Into the Dalek: Fact File
The read through for Into the Dalek began shortly after the read through for Deep Breath finished on the afternoon of Tuesday, 17 December, 2013.

The main shoot for the episode commenced on Saturday, 25 January, 2014 and wrapped on Tuesday, 18 February. Gretchen’s final scene, however, was recorded on Friday, 23 May, the same date that Half-Face Man’s moments with Missy were shot.
Several scenes involving the interior of the Dalek were filmed at Uskmouth Power Station, previously used in adventures including The Doctor, the Widow and the Wardrobe. Location filming for Into the Dalek also included stints in St Athan and Newport, South Wales.
Aside from mini-episodes, Into the Dalek is the first adventure since 2009’s The Waters of Mars not to feature Matt Smith as the Doctor. And as with The Waters of Mars this story was co-written by Phil Ford, no stranger to Dalek action: he wrote the Doctor Who Adventure Game, City of the Daleks, launched back in 2010.

Clara is working at Coal Hill School – the school that featured in the very first episode of Doctor Who.
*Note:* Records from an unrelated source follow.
//! SARIF 2.1.0 (OASIS Static Analysis Results Interchange Format) view of a
//! report, for code-scanning dashboards.
//!
//! One rule per finding kind (our summary and help text, a help URI into
//! the published report when `--report-url` is given). Each result points
//! at the model file where its first locatable subject is written, with
//! `region.startLine` (YAML: the item's `id` line; SBML: the element's start
//! tag), the path relative to the SARIF root (`--sarif-root`, default the
//! current folder), and names its subjects as logical locations. The run's
//! properties carry the coverage figure and the joint scenario verdicts.

use super::{kinds, Finding, Report, Severity};
use crate::outcome;
use crate::project::locations::Located;
use serde_json::{json, Value};
use std::collections::{BTreeMap, HashMap};
use std::path::{Component, Path, PathBuf};

/// Where SARIF paths and links point.
#[derive(Debug, Clone, Default)]
pub struct SarifOptions {
    /// Folder artifact URIs are relative to (the repository root in CI).
    pub root: PathBuf,
    /// Absolute URL where the report site is published; rules link into it.
    pub report_url: Option<String>,
    /// The model files, for findings whose subjects have no line.
    pub model_files: Vec<PathBuf>,
    /// Where each model element is written.
    pub lines: Located,
}

/// SARIF JSON text for `report`.
pub fn to_sarif(report: &Report, options: &SarifOptions) -> String {
    let mut kinds_used: Vec<&str> = report.findings.iter().map(|f| f.kind.as_str()).collect();
    kinds_used.sort_unstable();
    kinds_used.dedup();
    let rule_index: BTreeMap<&str, usize> = kinds_used
        .iter()
        .enumerate()
        .map(|(i, k)| (*k, i))
        .collect();
    let rules: Vec<Value> = kinds_used
        .iter()
        .map(|kind| rule(report, kind, options))
        .collect();
    let subject_kinds = subject_kinds(report);
    let results: Vec<Value> = report
        .findings
        .iter()
        .map(|f| result(&subject_kinds, f, rule_index[f.kind.as_str()], options))
        .collect();
    let coverage = outcome::coverage(report).map(|c| {
        json!({
            "internalReactions": c.internal,
            "judgedReactions": c.judged,
            "percent": (c.percent() * 10.0).round() / 10.0,
        })
    });
    let sarif = json!({
        "$schema": "https://json.schemastore.org/sarif-2.1.0.json",
        "version": "2.1.0",
        "runs": [{
            "tool": {"driver": {
                "name": report.tool.name,
                "version": report.tool.version,
                "rules": rules,
            }},
            "results": results,
            "properties": {
                "modelId": report.project.model_id,
                "coverage": coverage,
                // The joint verdict of every scenario, found or not.
                "scenarioVerdicts": report.joint_scenarios.iter().map(|s| json!({
                    "scenario": s.id,
                    "verdict": s.verdict,
                    "maxMinDrivingForceKj": s.mdf.as_ref().map(|m| m.value_kj),
                    "conflictingSets": s.conflicts.len(),
                    "internalCycles": s.loop_law.as_ref().map(|l| l.cycles.len()),
                })).collect::<Vec<_>>(),
            },
        }],
    });
    let mut text = serde_json::to_string_pretty(&sarif).expect("SARIF values are plain JSON");
    text.push('\n');
    text
}

/// The rule of one finding kind.
fn rule(report: &Report, kind: &str, options: &SarifOptions) -> Value {
    let help = kinds::help(kind);
    let check = kinds::check_of(report, kind);
    let summary = help
        .map(|h| h.summary.to_string())
        .or_else(|| check.map(|(title, _)| format!("{title}.")))
        .unwrap_or_else(|| kind.to_string());
    let mut help_text = help.map(|h| h.help.to_string()).unwrap_or_default();
    if let Some((title, description)) = check {
        if !help_text.is_empty() {
            help_text.push(' ');
        }
        help_text.push_str(&format!("Check \u{201c}{title}\u{201d}: {description}"));
    }
    let mut rule = json!({
        "id": kind,
        "name": rule_name(kind),
        "shortDescription": {"text": summary},
        "fullDescription": {"text": help_text},
        "help": {"text": help_text},
        "defaultConfiguration": {"enabled": true},
    });
    if let Some(url) = help_uri(kind, options) {
        rule["helpUri"] = json!(url);
    }
    rule
}

/// `internal-loop` → `InternalLoop` (SARIF suggests a readable rule name).
fn rule_name(kind: &str) -> String {
    kind.split('-')
        .map(|w| {
            let mut c = w.chars();
            c.next()
                .map(|f| f.to_uppercase().chain(c).collect::<String>())
                .unwrap_or_default()
        })
        .collect()
}

/// Checks `--report-url`: SARIF help links must be absolute URIs
/// (`scheme://…`, RFC 3986), without spaces.
pub fn parse_report_url(text: &str) -> Result<String, String> {
    let absolute = text.split_once("://").is_some_and(|(scheme, rest)| {
        !rest.is_empty()
            && scheme.starts_with(|c: char| c.is_ascii_alphabetic())
            && scheme
                .chars()
                .all(|c| c.is_ascii_alphanumeric() || "+-.".contains(c))
    });
    if absolute && !text.chars().any(char::is_whitespace) {
        Ok(text.to_string())
    } else {
        Err("expected an absolute URL such as https://example.org/report/ (SARIF needs absolute help links)".to_string())
    }
}

/// `<report-url>/kinds.html#kind-<kind>` (the site's page on finding kinds)
/// when the report's address is known.
pub fn help_uri(kind: &str, options: &SarifOptions) -> Option<String> {
    let base = options.report_url.as_deref()?.trim_end_matches('/');
    Some(format!("{base}/kinds.html#kind-{kind}"))
}

fn result(
    subject_kinds: &HashMap<&str, &'static str>,
    f: &Finding,
    rule_index: usize,
    options: &SarifOptions,
) -> Value {
    let mut location = json!({
        "logicalLocations": f.subjects.iter().map(|s| json!({
            "name": s,
            "kind": subject_kinds.get(s.as_str()).copied().unwrap_or("object"),
        })).collect::<Vec<_>>(),
    });
    // The first subject written somewhere (a loop's id is not; its member
    // reactions are), else the model file alone.
    let located = f.subjects.iter().find_map(|s| options.lines.get(s));
    let physical = match located {
        Some((file, line)) => Some(json!({
            "artifactLocation": {"uri": relative_uri(file, &options.root)},
            "region": {"startLine": line},
        })),
        None => options
            .model_files
            .first()
            .map(|file| json!({"artifactLocation": {"uri": relative_uri(file, &options.root)}})),
    };
    if let Some(p) = physical {
        location["physicalLocation"] = p;
    }
    let mut text = f.message.clone();
    if let Some(s) = &f.scenario {
        text = format!(
            "{} (scenario {s}): {text}",
            f.subjects.first().map(String::as_str).unwrap_or("-")
        );
    } else if let Some(first) = f.subjects.first() {
        text = format!("{first}: {text}");
    }
    json!({
        "ruleId": f.kind,
        "ruleIndex": rule_index,
        "level": level(f.severity),
        "message": {"text": text},
        "locations": [location],
        "partialFingerprints": {"gibbsiteFinding/v1": fingerprint(f)},
        "properties": {"evidence": f.evidence, "scenario": f.scenario},
    })
}

/// `file` relative to `root` as a URI reference with `/` separators
/// (`..` where the file is outside the root), percent-encoding what a URI
/// path may not hold. Both are made absolute against the current folder
/// first (symlinks resolved when they exist).
pub fn relative_uri(file: &Path, root: &Path) -> String {
    let absolute = |p: &Path| {
        p.canonicalize().unwrap_or_else(|_| {
            std::env::current_dir()
                .map(|d| d.join(p))
                .unwrap_or_else(|_| p.to_path_buf())
        })
    };
    let file = absolute(file);
    let root = absolute(root);
    let f: Vec<Component> = file.components().collect();
    let r: Vec<Component> = root.components().collect();
    let common = f.iter().zip(&r).take_while(|(a, b)| a == b).count();
    let mut parts: Vec<String> = vec!["..".to_string(); r.len() - common];
    parts.extend(
        f[common..]
            .iter()
            .map(|c| encode(&c.as_os_str().to_string_lossy())),
    );
    parts.join("/")
}

/// Percent-encoding of one path segment (RFC 3986: unreserved characters
/// and sub-delimiters stay, everything else as UTF-8 bytes).
fn encode(segment: &str) -> String {
    let mut out = String::new();
    for b in segment.bytes() {
        if b.is_ascii_alphanumeric() || b"-._~!$&'()*+,;=@".contains(&b) {
            out.push(b as char);
        } else {
            out.push_str(&format!("%{b:02X}"));
        }
    }
    out
}

fn level(severity: Severity) -> &'static str {
    match severity {
        Severity::Error => "error",
        Severity::Warning => "warning",
        Severity::Note => "note",
    }
}

/// Logical-location kind of each reaction ("function") and metabolite
/// ("variable"); anything else is an "object".
fn subject_kinds(report: &Report) -> HashMap<&str, &'static str> {
    let mut kinds: HashMap<&str, &'static str> = HashMap::new();
    for m in &report.metabolites {
        kinds.insert(m.id.as_str(), "variable");
    }
    for r in &report.reactions {
        kinds.insert(r.id.as_str(), "function");
    }
    kinds
}

/// Stable identity of a finding across runs (kind, the set of its subjects,
/// scenario), so a dashboard can tell new results from old ones. The
/// subjects are sorted first: their order follows the model file (a loop's
/// members, a cycle's reactions), which must not make a finding "new".
pub fn fingerprint(f: &Finding) -> String {
    let mut subjects: Vec<&str> = f.subjects.iter().map(String::as_str).collect();
    subjects.sort_unstable();
    let key = format!(
        "{}|{}|{}",
        f.kind,
        subjects.join(","),
        f.scenario.as_deref().unwrap_or("")
    );
    // FNV-1a 64: tiny, stable across platforms and releases.
    format!("{:016x}", crate::loops::ids::fnv1a64(key.as_bytes()))
}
When the Doctor went there in the 1988 adventure Remembrance of the Daleks, he discovered his old enemies had created a secret transmat station in the school’s cellar… In fact the first time we saw the Daleks hover/fly was during a scene in that story where the Doctor was pursued up a flight of stairs leading from the cellar to the ground floor of Coal Hill.
The girl who jokes, ‘She wishes!’ when the School Secretary is trying to flirt with Danny, is Courtney, played by Ellis George. The character had a very brief cameo in Deep Breath during the scene where Clara recalls becoming flustered whilst teaching an unruly class.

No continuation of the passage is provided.